**Your objective**
Copy all lines containing the string "parse" from the records below.

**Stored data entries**
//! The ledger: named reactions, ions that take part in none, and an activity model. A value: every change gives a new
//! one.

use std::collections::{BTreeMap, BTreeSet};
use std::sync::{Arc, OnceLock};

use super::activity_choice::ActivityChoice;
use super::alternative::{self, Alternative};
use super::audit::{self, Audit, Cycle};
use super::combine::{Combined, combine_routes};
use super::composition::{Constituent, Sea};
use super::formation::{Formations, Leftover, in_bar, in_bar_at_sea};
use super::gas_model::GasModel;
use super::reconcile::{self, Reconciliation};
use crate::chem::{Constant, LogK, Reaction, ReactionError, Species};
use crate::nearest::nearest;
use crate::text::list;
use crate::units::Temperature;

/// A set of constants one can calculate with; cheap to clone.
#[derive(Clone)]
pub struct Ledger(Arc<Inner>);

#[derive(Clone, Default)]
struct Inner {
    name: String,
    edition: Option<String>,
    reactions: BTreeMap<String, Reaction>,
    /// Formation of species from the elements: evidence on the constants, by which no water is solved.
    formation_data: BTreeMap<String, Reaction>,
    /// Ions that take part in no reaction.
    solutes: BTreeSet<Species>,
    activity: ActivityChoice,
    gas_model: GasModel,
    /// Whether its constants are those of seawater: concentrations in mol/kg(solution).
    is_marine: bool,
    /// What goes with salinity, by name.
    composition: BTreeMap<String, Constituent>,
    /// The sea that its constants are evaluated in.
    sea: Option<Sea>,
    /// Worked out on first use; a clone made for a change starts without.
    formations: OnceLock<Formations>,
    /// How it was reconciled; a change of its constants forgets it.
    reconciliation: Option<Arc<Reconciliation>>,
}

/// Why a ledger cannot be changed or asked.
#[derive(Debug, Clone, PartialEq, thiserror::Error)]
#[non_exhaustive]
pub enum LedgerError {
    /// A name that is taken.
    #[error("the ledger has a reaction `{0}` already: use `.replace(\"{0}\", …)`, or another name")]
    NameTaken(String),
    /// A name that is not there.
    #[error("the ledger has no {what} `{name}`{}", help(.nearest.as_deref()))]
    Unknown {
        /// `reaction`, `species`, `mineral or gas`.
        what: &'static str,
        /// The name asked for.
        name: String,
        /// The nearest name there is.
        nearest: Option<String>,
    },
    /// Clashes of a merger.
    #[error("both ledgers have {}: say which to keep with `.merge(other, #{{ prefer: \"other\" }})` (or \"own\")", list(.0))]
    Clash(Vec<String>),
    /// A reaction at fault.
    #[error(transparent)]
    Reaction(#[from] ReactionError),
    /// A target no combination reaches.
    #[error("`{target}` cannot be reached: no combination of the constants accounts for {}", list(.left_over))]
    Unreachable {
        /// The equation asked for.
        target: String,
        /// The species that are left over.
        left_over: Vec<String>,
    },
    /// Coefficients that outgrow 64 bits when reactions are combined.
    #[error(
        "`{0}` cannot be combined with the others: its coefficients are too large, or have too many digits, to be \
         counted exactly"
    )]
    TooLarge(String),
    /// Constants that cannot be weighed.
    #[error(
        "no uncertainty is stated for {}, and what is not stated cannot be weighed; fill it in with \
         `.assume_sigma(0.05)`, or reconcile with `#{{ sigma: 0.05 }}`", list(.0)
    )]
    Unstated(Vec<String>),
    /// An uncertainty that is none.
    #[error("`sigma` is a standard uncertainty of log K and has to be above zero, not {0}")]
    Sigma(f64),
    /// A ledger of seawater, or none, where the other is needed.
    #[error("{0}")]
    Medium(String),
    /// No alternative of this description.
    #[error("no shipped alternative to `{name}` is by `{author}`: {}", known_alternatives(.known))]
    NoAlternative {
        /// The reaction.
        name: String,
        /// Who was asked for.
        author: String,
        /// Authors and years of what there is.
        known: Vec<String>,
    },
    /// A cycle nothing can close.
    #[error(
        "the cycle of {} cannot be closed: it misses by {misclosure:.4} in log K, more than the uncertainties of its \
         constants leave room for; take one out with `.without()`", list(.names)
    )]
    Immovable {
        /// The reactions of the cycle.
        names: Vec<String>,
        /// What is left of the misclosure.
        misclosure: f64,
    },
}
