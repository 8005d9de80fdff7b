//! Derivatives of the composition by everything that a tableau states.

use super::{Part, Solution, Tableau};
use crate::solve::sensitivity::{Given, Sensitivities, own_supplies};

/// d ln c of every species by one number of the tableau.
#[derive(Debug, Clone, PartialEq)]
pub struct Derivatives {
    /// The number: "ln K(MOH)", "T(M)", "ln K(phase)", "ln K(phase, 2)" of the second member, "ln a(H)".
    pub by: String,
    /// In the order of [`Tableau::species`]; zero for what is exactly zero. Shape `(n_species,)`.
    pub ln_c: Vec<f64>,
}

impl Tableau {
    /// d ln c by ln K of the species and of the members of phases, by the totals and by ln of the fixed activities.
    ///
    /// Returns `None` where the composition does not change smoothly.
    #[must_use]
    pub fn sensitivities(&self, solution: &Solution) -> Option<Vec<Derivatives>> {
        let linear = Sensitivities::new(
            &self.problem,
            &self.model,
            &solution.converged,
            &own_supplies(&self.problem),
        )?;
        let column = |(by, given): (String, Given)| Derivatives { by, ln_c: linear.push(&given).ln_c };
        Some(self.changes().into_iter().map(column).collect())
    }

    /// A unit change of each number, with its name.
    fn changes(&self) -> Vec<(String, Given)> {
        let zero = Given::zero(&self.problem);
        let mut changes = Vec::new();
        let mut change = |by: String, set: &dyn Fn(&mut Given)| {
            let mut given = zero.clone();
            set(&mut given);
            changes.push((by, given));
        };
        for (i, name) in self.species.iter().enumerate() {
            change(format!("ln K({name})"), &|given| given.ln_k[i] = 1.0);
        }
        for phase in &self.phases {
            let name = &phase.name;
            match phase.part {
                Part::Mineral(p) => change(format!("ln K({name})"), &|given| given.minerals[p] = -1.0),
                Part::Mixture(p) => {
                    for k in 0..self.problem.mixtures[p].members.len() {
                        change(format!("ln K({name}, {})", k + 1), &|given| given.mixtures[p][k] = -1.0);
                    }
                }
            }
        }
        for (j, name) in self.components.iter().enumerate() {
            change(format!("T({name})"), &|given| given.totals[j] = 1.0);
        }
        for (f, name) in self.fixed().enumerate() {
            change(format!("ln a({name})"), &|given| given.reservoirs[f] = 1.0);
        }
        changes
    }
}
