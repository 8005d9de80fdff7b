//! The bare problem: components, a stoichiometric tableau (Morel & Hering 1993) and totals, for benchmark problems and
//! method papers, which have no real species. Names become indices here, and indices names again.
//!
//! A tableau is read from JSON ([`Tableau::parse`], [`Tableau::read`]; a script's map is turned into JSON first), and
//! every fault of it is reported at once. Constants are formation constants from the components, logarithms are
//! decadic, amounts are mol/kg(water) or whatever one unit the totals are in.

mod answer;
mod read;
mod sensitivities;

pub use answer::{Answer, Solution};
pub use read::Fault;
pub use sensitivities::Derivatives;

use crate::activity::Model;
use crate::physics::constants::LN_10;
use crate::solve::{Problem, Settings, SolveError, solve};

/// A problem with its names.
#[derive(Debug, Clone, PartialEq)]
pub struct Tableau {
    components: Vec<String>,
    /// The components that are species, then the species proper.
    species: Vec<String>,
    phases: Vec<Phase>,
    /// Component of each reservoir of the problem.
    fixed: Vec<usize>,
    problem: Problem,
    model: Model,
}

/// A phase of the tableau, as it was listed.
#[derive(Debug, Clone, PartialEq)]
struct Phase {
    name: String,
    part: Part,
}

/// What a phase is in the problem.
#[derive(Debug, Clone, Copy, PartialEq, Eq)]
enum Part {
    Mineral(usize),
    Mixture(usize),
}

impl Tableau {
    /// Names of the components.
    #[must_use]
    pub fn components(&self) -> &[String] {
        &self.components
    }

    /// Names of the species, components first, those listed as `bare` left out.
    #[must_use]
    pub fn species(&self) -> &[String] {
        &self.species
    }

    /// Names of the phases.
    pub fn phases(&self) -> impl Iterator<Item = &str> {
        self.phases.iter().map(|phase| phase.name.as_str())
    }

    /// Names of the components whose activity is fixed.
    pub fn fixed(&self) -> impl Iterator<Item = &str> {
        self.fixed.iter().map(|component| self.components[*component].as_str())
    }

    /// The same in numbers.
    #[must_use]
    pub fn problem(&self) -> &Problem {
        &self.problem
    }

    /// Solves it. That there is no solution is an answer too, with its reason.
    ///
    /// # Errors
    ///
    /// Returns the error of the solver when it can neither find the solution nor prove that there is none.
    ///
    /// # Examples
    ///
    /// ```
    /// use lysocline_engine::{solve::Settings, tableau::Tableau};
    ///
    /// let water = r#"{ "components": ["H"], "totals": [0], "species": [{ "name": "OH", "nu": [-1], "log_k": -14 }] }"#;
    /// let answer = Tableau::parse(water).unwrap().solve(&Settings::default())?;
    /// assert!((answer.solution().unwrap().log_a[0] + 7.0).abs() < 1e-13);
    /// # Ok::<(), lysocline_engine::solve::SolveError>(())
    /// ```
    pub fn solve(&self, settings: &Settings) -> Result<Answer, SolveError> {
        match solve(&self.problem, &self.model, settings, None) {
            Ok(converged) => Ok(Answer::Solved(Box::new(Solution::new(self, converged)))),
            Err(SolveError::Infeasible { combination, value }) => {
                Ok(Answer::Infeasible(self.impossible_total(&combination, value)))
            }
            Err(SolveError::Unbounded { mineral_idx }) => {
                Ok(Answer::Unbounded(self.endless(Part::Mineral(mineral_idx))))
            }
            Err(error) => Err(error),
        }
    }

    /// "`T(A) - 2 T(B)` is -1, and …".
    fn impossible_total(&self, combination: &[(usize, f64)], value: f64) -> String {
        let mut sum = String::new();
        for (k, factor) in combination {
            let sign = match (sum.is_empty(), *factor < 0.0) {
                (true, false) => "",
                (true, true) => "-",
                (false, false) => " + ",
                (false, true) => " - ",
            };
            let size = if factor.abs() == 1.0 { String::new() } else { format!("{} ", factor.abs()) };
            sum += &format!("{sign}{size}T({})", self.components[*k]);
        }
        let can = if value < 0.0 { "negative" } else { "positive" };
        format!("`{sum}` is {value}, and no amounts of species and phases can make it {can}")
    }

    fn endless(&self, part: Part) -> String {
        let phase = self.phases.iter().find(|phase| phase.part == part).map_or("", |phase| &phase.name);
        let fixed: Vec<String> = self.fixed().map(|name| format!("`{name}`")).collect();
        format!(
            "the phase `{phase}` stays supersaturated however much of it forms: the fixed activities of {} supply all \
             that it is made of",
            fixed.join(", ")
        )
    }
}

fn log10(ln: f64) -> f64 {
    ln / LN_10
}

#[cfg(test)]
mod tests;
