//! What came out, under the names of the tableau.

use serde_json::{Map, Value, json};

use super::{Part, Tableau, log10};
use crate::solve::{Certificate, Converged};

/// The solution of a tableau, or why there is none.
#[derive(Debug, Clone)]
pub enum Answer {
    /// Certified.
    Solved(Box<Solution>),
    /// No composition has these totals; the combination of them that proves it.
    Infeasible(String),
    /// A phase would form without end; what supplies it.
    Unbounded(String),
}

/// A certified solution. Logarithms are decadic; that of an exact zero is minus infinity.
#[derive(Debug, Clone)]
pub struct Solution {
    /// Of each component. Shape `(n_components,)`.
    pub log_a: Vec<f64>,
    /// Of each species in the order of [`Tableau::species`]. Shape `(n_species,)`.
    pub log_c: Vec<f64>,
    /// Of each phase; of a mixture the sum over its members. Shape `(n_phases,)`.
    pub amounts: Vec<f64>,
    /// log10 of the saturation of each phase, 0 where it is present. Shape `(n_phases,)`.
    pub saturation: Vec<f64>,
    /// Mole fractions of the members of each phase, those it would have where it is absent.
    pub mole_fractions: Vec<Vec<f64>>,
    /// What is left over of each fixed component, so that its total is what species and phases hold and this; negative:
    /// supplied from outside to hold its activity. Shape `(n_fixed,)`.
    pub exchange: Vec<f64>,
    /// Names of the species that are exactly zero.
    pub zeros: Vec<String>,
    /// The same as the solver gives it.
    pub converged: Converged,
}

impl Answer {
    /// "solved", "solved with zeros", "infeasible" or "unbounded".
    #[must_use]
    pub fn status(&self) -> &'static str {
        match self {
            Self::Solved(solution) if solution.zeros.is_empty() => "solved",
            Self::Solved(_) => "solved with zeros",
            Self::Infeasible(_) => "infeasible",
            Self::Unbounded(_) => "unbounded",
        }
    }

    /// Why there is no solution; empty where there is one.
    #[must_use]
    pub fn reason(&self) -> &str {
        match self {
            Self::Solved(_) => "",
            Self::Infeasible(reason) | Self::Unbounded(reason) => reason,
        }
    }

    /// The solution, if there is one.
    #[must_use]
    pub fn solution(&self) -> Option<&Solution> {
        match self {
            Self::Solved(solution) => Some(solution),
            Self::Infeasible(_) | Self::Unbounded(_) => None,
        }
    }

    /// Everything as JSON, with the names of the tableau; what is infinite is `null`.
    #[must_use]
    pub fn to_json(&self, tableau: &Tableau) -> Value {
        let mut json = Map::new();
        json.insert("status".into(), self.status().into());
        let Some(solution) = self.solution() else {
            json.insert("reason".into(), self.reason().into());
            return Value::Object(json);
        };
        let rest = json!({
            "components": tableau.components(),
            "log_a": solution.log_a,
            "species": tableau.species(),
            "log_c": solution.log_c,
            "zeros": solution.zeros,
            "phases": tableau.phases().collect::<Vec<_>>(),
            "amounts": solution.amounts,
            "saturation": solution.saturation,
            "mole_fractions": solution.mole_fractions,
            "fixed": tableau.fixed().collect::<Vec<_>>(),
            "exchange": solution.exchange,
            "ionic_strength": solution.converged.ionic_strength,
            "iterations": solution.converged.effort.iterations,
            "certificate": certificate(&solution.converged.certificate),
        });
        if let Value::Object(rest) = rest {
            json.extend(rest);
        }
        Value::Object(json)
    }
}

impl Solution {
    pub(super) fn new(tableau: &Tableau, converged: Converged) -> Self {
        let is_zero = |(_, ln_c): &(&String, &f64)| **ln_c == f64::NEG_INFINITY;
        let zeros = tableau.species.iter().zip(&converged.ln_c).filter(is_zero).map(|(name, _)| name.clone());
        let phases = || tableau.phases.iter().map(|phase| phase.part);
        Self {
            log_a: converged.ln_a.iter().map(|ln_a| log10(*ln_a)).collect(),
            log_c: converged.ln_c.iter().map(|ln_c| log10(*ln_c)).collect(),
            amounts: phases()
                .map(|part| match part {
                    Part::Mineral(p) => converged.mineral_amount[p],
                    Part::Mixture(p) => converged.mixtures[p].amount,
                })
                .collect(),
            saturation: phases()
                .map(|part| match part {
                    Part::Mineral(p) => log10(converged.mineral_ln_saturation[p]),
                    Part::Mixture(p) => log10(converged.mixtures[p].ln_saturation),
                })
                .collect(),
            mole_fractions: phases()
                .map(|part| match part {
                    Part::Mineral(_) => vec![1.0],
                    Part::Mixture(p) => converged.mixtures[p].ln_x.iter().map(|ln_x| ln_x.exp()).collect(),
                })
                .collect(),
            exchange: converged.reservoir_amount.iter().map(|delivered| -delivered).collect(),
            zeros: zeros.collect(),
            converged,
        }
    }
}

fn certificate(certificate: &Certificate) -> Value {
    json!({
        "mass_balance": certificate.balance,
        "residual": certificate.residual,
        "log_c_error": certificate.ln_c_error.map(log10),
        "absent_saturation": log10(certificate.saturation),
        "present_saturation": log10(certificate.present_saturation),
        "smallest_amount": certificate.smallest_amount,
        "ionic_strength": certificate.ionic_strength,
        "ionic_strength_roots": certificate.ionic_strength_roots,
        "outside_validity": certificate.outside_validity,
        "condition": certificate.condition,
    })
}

**Expected answer**
//! A tableau is read from JSON ([`Tableau::parse`], [`Tableau::read`]; a script's map is turned into JSON first), and
    /// let answer = Tableau::parse(water).unwrap().solve(&Settings::default())?;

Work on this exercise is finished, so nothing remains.